The data:
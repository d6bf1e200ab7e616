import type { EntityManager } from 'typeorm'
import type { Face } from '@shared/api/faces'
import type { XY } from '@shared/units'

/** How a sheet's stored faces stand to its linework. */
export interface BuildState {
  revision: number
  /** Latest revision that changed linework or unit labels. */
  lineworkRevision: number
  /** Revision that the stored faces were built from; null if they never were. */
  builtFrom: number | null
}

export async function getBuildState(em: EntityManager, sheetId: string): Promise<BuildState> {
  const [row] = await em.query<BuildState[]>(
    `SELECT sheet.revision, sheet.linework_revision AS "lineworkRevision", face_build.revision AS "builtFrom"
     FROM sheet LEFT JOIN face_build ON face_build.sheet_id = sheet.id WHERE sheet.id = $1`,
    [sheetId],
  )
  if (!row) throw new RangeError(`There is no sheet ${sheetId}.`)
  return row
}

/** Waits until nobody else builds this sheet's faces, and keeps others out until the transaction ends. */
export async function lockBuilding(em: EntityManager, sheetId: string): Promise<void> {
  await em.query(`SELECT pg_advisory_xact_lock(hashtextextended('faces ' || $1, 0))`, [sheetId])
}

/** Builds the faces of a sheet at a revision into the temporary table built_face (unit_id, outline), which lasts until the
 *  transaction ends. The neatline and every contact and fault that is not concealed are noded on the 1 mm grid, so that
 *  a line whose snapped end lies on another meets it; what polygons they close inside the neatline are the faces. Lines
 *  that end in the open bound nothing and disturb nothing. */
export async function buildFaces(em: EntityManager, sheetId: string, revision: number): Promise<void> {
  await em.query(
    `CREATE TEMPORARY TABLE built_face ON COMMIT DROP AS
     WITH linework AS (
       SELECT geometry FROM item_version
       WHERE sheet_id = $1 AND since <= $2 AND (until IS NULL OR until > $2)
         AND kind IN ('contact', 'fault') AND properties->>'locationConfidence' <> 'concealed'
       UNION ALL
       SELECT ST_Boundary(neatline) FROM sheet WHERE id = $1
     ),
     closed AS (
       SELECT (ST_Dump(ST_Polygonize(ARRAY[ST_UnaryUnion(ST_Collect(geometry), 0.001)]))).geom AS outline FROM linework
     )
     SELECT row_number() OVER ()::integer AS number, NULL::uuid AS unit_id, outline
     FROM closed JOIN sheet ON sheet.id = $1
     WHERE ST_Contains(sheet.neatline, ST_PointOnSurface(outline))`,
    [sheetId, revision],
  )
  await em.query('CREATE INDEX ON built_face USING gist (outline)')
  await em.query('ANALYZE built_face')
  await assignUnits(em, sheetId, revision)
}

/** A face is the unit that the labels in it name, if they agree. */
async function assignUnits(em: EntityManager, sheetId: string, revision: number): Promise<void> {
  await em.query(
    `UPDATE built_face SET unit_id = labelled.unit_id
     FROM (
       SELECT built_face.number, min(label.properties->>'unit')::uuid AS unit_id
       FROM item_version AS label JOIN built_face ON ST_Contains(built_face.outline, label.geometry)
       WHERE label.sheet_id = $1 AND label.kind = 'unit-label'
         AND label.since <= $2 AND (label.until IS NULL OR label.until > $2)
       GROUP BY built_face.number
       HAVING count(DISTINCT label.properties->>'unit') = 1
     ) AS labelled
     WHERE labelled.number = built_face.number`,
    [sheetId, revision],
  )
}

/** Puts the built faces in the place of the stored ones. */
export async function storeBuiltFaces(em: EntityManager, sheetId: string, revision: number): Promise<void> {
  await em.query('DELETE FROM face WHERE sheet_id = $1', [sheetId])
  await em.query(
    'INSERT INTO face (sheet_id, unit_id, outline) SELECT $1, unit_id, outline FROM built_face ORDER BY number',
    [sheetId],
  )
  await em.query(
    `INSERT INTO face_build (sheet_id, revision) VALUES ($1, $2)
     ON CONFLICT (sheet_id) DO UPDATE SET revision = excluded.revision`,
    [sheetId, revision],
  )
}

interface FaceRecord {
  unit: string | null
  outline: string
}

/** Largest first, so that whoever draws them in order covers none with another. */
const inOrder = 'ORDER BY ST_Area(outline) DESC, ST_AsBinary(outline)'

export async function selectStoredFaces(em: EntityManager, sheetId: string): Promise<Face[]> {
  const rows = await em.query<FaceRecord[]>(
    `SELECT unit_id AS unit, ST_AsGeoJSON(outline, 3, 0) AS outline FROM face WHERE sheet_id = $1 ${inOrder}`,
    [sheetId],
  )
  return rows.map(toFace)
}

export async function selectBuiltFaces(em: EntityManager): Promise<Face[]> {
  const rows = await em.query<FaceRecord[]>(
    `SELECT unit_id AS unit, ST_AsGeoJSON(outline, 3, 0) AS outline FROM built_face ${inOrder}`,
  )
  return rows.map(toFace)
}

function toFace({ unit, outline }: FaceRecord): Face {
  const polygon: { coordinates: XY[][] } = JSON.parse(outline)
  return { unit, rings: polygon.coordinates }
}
* * *
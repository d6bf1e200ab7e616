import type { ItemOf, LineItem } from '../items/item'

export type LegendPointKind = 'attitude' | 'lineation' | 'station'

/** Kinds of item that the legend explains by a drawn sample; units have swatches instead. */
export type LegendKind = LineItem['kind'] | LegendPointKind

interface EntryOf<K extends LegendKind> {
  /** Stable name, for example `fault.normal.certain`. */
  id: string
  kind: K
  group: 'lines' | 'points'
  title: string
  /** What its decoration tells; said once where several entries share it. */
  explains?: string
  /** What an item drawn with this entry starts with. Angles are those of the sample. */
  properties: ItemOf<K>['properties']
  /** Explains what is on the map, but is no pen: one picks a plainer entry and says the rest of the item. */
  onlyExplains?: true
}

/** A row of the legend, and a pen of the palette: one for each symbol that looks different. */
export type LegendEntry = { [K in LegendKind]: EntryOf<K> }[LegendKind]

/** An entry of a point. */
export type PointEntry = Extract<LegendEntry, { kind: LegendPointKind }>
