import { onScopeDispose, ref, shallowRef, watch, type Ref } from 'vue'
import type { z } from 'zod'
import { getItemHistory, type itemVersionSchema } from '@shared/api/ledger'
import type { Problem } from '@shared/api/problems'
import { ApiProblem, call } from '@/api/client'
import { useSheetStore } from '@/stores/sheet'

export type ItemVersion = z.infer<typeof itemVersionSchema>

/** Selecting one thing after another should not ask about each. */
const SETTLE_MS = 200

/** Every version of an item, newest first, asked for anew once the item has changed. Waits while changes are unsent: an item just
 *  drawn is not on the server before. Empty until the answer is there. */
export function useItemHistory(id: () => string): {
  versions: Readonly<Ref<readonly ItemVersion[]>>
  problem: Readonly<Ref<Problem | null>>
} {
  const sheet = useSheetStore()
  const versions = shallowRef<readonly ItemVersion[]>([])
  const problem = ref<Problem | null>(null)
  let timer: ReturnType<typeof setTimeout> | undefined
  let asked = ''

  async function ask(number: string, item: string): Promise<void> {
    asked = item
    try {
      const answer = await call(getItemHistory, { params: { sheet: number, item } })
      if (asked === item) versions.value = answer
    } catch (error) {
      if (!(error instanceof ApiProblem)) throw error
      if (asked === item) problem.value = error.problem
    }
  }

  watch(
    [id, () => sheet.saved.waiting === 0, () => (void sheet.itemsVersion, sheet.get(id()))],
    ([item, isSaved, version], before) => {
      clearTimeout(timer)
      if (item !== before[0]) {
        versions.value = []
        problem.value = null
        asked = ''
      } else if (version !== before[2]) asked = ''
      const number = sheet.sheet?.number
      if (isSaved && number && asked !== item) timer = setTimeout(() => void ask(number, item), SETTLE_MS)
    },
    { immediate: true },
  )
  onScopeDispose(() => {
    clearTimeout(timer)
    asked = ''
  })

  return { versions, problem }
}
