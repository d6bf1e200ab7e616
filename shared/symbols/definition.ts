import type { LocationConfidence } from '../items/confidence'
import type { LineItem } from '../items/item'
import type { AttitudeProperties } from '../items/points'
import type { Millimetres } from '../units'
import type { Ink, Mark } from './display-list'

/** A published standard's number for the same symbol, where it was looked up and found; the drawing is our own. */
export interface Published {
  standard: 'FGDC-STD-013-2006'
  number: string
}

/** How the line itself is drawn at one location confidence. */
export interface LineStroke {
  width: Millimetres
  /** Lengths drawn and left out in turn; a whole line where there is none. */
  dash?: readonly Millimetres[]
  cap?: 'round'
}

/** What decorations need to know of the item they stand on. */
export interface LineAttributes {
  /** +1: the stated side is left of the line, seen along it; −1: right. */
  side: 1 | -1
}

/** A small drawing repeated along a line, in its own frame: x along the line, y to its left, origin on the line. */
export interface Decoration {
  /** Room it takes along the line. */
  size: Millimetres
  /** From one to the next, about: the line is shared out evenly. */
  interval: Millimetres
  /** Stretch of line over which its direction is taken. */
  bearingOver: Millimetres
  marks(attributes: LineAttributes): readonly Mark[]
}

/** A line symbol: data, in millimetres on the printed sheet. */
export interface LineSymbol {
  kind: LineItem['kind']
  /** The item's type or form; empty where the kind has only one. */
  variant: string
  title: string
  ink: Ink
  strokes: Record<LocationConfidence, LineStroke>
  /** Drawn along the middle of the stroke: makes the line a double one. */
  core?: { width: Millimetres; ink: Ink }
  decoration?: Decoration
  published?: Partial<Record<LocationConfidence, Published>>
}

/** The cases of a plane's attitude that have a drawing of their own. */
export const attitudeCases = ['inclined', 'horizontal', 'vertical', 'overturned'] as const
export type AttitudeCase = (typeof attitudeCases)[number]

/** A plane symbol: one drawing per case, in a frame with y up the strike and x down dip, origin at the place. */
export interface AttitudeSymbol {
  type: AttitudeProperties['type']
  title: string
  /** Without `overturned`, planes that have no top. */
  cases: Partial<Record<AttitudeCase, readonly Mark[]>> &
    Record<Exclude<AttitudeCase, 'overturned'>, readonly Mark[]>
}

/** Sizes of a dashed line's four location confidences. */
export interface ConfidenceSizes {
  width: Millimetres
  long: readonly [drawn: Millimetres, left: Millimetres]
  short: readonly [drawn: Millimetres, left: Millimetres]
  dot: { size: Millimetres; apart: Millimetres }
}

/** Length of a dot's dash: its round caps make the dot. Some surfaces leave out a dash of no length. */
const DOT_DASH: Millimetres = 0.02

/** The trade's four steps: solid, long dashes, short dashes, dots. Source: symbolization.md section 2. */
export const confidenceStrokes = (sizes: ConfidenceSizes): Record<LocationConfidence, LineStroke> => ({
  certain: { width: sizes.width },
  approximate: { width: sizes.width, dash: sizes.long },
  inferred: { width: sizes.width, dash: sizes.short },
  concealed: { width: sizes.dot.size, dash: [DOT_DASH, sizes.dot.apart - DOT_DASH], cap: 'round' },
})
...
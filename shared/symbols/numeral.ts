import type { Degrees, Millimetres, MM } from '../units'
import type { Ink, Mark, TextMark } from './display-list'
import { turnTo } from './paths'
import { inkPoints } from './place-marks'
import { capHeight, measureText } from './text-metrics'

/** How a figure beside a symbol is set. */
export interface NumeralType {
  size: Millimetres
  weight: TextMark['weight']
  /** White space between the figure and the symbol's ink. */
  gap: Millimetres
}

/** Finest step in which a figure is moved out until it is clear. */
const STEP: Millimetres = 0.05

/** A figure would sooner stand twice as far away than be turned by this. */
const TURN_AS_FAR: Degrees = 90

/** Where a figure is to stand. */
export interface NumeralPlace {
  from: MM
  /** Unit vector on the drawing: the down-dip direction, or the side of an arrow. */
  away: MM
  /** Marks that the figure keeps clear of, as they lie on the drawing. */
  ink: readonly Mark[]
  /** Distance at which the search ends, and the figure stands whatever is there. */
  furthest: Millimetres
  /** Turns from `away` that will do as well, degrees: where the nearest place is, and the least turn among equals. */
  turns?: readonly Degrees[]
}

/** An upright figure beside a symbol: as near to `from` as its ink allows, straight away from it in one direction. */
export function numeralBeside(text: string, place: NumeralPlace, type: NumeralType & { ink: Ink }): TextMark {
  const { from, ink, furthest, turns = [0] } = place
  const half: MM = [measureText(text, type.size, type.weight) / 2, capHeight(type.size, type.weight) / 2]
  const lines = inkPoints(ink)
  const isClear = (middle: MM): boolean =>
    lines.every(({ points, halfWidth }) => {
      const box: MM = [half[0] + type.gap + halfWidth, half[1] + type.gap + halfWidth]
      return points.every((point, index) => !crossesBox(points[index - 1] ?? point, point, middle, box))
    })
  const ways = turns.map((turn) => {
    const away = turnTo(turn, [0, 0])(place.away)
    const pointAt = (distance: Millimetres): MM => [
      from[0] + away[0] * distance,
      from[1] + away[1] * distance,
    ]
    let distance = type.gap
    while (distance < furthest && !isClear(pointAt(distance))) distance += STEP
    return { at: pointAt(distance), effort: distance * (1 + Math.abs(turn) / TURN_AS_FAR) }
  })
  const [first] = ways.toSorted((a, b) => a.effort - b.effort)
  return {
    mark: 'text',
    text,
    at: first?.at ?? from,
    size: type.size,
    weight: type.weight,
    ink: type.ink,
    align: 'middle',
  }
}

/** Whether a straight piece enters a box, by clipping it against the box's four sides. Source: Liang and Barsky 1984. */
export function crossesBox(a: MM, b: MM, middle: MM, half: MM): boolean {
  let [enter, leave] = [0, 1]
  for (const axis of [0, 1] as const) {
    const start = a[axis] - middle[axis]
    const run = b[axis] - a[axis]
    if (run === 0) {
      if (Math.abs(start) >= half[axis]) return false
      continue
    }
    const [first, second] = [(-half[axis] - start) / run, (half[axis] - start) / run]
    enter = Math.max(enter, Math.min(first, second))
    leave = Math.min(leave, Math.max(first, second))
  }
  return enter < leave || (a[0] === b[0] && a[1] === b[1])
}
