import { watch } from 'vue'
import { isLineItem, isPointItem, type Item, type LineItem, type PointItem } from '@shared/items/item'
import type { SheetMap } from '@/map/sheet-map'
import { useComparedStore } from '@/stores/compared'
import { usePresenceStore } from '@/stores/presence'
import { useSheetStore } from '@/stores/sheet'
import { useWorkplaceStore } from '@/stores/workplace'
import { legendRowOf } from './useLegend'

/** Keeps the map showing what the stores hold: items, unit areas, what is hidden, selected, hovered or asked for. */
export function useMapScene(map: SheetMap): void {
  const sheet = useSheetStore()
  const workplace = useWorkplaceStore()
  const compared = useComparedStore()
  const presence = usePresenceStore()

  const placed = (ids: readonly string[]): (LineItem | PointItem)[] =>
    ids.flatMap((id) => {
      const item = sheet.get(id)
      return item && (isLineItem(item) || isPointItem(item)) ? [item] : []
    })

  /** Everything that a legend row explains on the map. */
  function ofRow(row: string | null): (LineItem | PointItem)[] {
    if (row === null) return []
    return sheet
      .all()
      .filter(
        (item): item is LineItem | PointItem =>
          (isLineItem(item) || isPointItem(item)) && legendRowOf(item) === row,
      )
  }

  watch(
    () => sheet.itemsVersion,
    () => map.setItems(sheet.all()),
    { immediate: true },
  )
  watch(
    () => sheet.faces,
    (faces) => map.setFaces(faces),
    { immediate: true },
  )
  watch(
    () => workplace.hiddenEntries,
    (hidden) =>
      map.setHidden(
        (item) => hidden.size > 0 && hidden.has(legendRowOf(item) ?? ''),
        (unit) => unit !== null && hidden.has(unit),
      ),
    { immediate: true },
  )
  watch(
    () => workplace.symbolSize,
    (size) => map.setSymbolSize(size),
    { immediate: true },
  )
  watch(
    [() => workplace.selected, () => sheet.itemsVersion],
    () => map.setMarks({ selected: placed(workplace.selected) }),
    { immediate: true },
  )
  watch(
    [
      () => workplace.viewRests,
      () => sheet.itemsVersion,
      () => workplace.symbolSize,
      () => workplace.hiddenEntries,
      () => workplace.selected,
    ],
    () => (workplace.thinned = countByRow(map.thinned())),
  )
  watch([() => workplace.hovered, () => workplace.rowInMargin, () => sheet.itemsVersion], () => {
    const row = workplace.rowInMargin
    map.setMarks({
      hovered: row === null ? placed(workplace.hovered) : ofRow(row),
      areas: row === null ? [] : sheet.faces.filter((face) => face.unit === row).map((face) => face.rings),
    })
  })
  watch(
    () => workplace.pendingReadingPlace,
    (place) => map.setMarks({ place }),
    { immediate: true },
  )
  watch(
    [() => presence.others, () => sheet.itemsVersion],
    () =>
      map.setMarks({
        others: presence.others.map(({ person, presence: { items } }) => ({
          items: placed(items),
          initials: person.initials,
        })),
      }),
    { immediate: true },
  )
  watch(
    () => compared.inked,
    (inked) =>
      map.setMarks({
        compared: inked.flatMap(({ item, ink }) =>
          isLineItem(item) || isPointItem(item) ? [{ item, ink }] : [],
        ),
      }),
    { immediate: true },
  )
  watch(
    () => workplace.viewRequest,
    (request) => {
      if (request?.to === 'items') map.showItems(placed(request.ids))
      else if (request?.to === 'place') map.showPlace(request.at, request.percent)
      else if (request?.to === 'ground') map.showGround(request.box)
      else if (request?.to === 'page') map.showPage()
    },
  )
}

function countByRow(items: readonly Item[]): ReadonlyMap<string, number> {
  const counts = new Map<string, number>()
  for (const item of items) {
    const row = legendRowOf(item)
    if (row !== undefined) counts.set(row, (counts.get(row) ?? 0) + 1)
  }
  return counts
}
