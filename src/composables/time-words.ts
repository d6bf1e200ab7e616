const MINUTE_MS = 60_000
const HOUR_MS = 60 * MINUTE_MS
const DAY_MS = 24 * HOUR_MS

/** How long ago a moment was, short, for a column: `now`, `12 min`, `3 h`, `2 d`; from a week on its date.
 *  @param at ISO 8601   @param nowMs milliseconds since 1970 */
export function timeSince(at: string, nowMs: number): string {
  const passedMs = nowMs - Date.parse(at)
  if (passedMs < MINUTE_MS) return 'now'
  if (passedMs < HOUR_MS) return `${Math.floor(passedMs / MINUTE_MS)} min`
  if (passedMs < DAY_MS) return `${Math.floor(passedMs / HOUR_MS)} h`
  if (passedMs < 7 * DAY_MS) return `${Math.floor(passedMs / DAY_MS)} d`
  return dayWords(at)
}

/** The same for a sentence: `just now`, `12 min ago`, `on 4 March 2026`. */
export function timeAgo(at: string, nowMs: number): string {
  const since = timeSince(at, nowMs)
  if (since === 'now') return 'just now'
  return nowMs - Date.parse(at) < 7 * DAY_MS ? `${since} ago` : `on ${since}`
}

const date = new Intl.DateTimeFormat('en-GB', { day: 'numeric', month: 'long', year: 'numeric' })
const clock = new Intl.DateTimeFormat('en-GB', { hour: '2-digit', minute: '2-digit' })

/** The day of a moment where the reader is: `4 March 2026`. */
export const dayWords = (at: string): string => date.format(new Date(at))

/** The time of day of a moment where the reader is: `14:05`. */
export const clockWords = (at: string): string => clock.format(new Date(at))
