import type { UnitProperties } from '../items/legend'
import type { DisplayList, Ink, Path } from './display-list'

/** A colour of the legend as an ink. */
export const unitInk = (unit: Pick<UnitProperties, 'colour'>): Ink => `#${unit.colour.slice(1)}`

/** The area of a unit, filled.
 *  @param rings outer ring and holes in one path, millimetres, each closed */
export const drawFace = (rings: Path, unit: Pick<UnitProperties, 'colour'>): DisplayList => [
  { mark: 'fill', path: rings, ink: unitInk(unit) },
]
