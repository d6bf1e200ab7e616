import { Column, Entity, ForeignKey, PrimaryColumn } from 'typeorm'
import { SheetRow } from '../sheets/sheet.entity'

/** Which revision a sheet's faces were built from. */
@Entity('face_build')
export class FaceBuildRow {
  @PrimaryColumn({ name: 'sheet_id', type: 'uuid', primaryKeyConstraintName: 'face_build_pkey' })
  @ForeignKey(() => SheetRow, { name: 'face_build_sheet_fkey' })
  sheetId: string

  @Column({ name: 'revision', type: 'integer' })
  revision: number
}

Instructions for the task: Gather, from the listing above, every line carrying the word "fault".

Answer for this exercise:
 *  transaction ends. The neatline and every contact and fault that is not concealed are noded on the 1 mm grid, so that
         AND kind IN ('contact', 'fault') AND properties->>'locationConfidence' <> 'concealed'
  /** Stable name, for example `fault.normal.certain`. */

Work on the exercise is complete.